▶ _What this task involves_: In the listing that follows, count the lines that include "decoding", and answer with the total alone.

▶ _Source data_:
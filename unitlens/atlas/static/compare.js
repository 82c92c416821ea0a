/* unitlens comparison page: the units of one layer pair, A and B side by side, most changed first.
   Data: data/pair-<layer>.js (window.UNITLENS_PAIR). Rows are built in chunks as the page is
   scrolled, so a layer of thousands of units opens at once; #unit-<id> scrolls to a unit's row.
   Every string from the data goes in through textContent; nothing is parsed as markup. */
(function () {
  "use strict";
  const D = window.UNITLENS_PAIR, P = window.ULPlot, fmt = P.fmt;
  const rowsBox = document.getElementById("rows");
  const SIZE = 64, CHUNK = 40;
  const have = new Set(D.thumbs.have);
  const mined = { a: new Set(D.sides.a.mined || []), b: new Set(D.sides.b.mined || []) };

  const el = P.el, add = P.add;
  const pct = x => (x === null || x === undefined) ? "–" : Math.round(100 * x) + "%";
  const signed = x => (x === null || x === undefined) ? "–" : (x > 0 ? "+" : "") + fmt(x);

  changeHistogram();
  if (!rowsBox) { done(); return; }

  /* ---- one exemplar: a crop from the side's sprite sheet, a whole-image thumbnail, or a gap */
  function exemplar(k, u, item, r) {
    const img = item[0], col = item[1], shared = item[2], S = D.sides[k].sheets, p = u["pos_" + k];
    const id = D.ids[String(img)] || "image " + img;
    const fig = el("figure", "ex" + (shared ? " shared" : ""));
    let what;
    if (col >= 0 && S && p !== null) {
      const sheet = Math.floor(p / S.rows), rowsHere = Math.min(S.rows, S.units - sheet * S.rows), f = SIZE / S.thumb;
      const c = add(fig, "span", "crop");
      c.style.width = c.style.height = SIZE + "px";
      c.style.backgroundImage = 'url("' + S.dir + "/" + S.names[sheet] + '")';
      c.style.backgroundSize = (S.cols * S.thumb * f) + "px " + (rowsHere * S.thumb * f) + "px";
      c.style.backgroundPosition = (-col * SIZE) + "px " + (-(p % S.rows) * SIZE) + "px";
      what = "receptive-field crop";
    } else if (have.has(img)) {
      const t = add(fig, "img", "thumb");
      t.loading = "lazy"; t.decoding = "async"; t.width = t.height = SIZE; t.alt = id;
      t.src = D.thumbs.dir + "/" + img + ".jpg";
      if (S) add(fig, "span", "badge-t", "thumb");  // marked only beside crops
      what = "whole image (no crop)";
    } else {
      add(fig, "span", "gap", "–");
      what = "no picture (thumbnail limit reached, or the file could not be read)";
    }
    fig.title = "#" + (r + 1) + " " + id + "\n" + what + (shared ? "\nalso in the other side's top set" : "");
    return fig;
  }

  function side(k, u) {
    const s = el("div", "u-side " + k);
    const tagLine = add(s, "div", "u-side-head");
    add(tagLine, "span", "side-tag " + k, k.toUpperCase());
    const dead = u["dead_" + k];
    add(tagLine, "span", "u-side-nums", "mean " + fmt(u["mean_" + k]) + " · fires " + pct(u["fire_rate_" + k]));
    if (dead) add(tagLine, "span", "flag dead", "dead");
    const href = D.sides[k].href;
    if (href && mined[k].has(u.unit)) {
      const a = add(tagLine, "a", "u-link", "unit view");
      a.href = href + "#unit-" + u.unit;
    }
    const strip = add(s, "div", "u-strip" + (dead ? " tied" : ""));
    if (dead) strip.title = "constant on the corpus: these images tie, and are listed in corpus order";
    const syn = u["syn_" + k];
    if (syn) {
      const f = add(strip, "figure", "ex synth");
      const im = add(f, "img", "synthimg");
      im.loading = "lazy"; im.decoding = "async"; im.width = im.height = SIZE;
      im.alt = "synthesised image, " + k.toUpperCase() + ", unit " + u.unit;
      im.src = D.sides[k].img_dir + "/" + syn.src;
      add(f, "span", "badge-s", "synth");
      f.title = "synthesised for unit " + u.unit + " in " + k.toUpperCase() + (syn.ratio !== null && syn.ratio !== undefined ? "\n×" + fmt(syn.ratio) + " of the best natural exemplar" : "");
    }
    const list = u["ex_" + k];
    list.forEach((item, r) => strip.appendChild(exemplar(k, u, item, r)));
    if (!list.length && !syn) add(strip, "span", "note", "no exemplars");
    if (dead && list.length) add(s, "p", "note", "constant on the corpus: every image ties, so these are just the first in corpus order");
    return s;
  }

  function row(u) {
    const r = el("article", "urow" + (u.dead ? " is-dead" : ""));
    r.id = "u-" + u.unit;
    r.dataset.unit = String(u.unit);
    const h = add(r, "div", "u-head");
    add(h, "span", "u-rank", "#" + u.rank);
    add(h, "span", "u-id", "unit " + u.unit);
    const m = add(h, "span", "u-change");
    const bar = add(m, "span", "meter");
    add(bar, "span", "fill").style.width = (100 * u.change).toFixed(1) + "%";
    add(m, "span", "num", "change " + u.change.toFixed(2));
    if (u.changed) add(h, "span", "flag changed", "changed").title = "correlation significantly below the stated level, or dead on one side only";
    if (u.dead_a && u.dead_b) add(h, "span", "flag dead", "dead in A and B");
    else if (u.dead_a) add(h, "span", "flag dead", "dead in A");
    else if (u.dead_b) add(h, "span", "flag dead", "dead in B");
    const n = add(r, "div", "u-nums");
    const item = (label, value, cls) => { const s = add(n, "span", "kv " + (cls || "")); add(s, "span", "k", label); add(s, "b", "v", value); return s; };
    item("corr", fmt(u.corr, 3) + (u.corr_ci ? " [" + fmt(u.corr_ci[0], 3) + ", " + fmt(u.corr_ci[1], 3) + "]" : ""), "n-corr");
    item("top-set overlap", fmt(u.jaccard, 2), "n-jaccard");
    if (u.best_match === null) item("best match in B", "none (dead)");
    else {
      const s = item("best match in B", "unit " + u.best_match + " (r " + fmt(u.best_match_corr, 3) + ")", u.best_match !== u.unit ? "moved" : "");
      if (D.sides.b.href && mined.b.has(u.best_match)) {
        const a = add(s, "a", "u-link", "view");
        a.href = D.sides.b.href + "#unit-" + u.best_match;
      }
    }
    item("mean change", signed(u.mean_change));
    item("firing-rate change", signed(u.fire_rate_change));
    const sides = add(r, "div", "u-sides");
    sides.appendChild(side("a", u));
    sides.appendChild(side("b", u));
    return r;
  }

  /* ---- order, filter, chunked drawing */
  const ORDER = { rank: 1, unit: 1, corr: 1, jaccard: 1, best_match_corr: 1, mean_change: -1, fire_rate_change: -1 };
  const SHOW = {
    all: () => true, changed: u => u.changed === undefined ? u.change > 0 : u.changed, dead: u => u.dead,
    moved: u => u.best_match !== null && u.best_match !== u.unit,
  };
  const sortSel = document.getElementById("sort"), dirBtn = document.getElementById("dir");
  const showSel = document.getElementById("show"), filterIn = document.getElementById("filter");
  const countOut = document.getElementById("count");
  const state = { sort: "rank", reverse: false, show: "all", ids: null };
  let order = [], drawn = 0;
  const sentinel = el("div", "more");

  function relayout() {
    const key = state.sort, sign = ORDER[key] * (state.reverse ? -1 : 1), keep = SHOW[state.show];
    order = D.units.filter(u => keep(u) && (!state.ids || state.ids(u.unit)));
    order.sort((x, y) => {
      const a = x[key], b = y[key], an = a === null || a === undefined, bn = b === null || b === undefined;
      if (an || bn) return an && bn ? x.rank - y.rank : an ? 1 : -1;  // no value: last
      return (a - b) * sign || x.rank - y.rank;
    });
    rowsBox.replaceChildren();
    drawn = 0;
    countOut.textContent = order.length === D.units.length ? order.length + " units" : order.length + " of " + D.units.length + " units";
    more(CHUNK);
  }
  function more(n) {
    const frag = document.createDocumentFragment();
    const end = Math.min(order.length, drawn + n);
    for (; drawn < end; drawn++) frag.appendChild(row(order[drawn]));
    rowsBox.appendChild(frag);
    if (drawn < order.length) rowsBox.appendChild(sentinel); else sentinel.remove();
    // an observer reports changes only: a sentinel still in reach after drawing asks again
    if (sentinel.isConnected) requestAnimationFrame(() => {
      if (sentinel.isConnected && sentinel.getBoundingClientRect().top < innerHeight + 900) more(CHUNK);
    });
  }
  if ("IntersectionObserver" in window) {
    new IntersectionObserver(es => { if (es.some(e => e.isIntersecting)) more(CHUNK); }, { rootMargin: "900px" }).observe(sentinel);
  }

  sortSel.addEventListener("change", () => { state.sort = sortSel.value; relayout(); });
  dirBtn.addEventListener("click", () => {
    state.reverse = !state.reverse;
    dirBtn.setAttribute("aria-pressed", String(state.reverse));
    relayout();
  });
  showSel.addEventListener("change", () => { state.show = showSel.value; relayout(); });
  filterIn.addEventListener("input", () => {
    const f = P.unitFilter(filterIn.value);
    filterIn.setAttribute("aria-invalid", String(f === undefined));
    if (f === undefined) return;
    state.ids = f;
    relayout();
  });
  // choices with nothing to show stay listed but disabled, so the control says what is missing
  Object.keys(SHOW).forEach(k => {
    const opt = showSel.querySelector('option[value="' + k + '"]');
    if (k !== "all" && !D.units.some(SHOW[k])) { opt.disabled = true; opt.textContent += " (none)"; }
  });

  function route() {
    const m = /^#unit-(\d+)$/.exec(location.hash);
    if (!m) return;
    const unit = +m[1];
    let k = order.findIndex(u => u.unit === unit);
    if (k < 0 && D.units.some(u => u.unit === unit)) {  // outside the filter: show everything again
      state.show = showSel.value = "all"; state.ids = null; filterIn.value = "";
      relayout();
      k = order.findIndex(u => u.unit === unit);
    }
    if (k < 0) return;
    if (k >= drawn) more(k + 1 - drawn + CHUNK);
    const r = document.getElementById("u-" + unit);
    rowsBox.querySelectorAll(".urow.target").forEach(x => x.classList.remove("target"));
    r.classList.add("target");
    r.scrollIntoView({ block: "start" });
  }
  window.addEventListener("hashchange", route);

  relayout();
  route();
  done();

  function changeHistogram() {
    const box = document.getElementById("change-hist");
    if (!box || !D.units.length) return;
    const bins = 20, counts = new Array(bins).fill(0);
    D.units.forEach(u => { counts[Math.min(bins - 1, Math.floor(u.change * bins))]++; });
    box.dataset.plot = "change";
    box.appendChild(P.histogram({ counts: counts, lo: 0, hi: 1, width: 330, height: 130,
      xlabel: "change (0: same, 1: unrelated)", ylabel: "units", title: "how much each unit changed" }));
  }
  function done() { document.documentElement.dataset.ready = performance.now().toFixed(1); }
})();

▶ _Task solution_: 2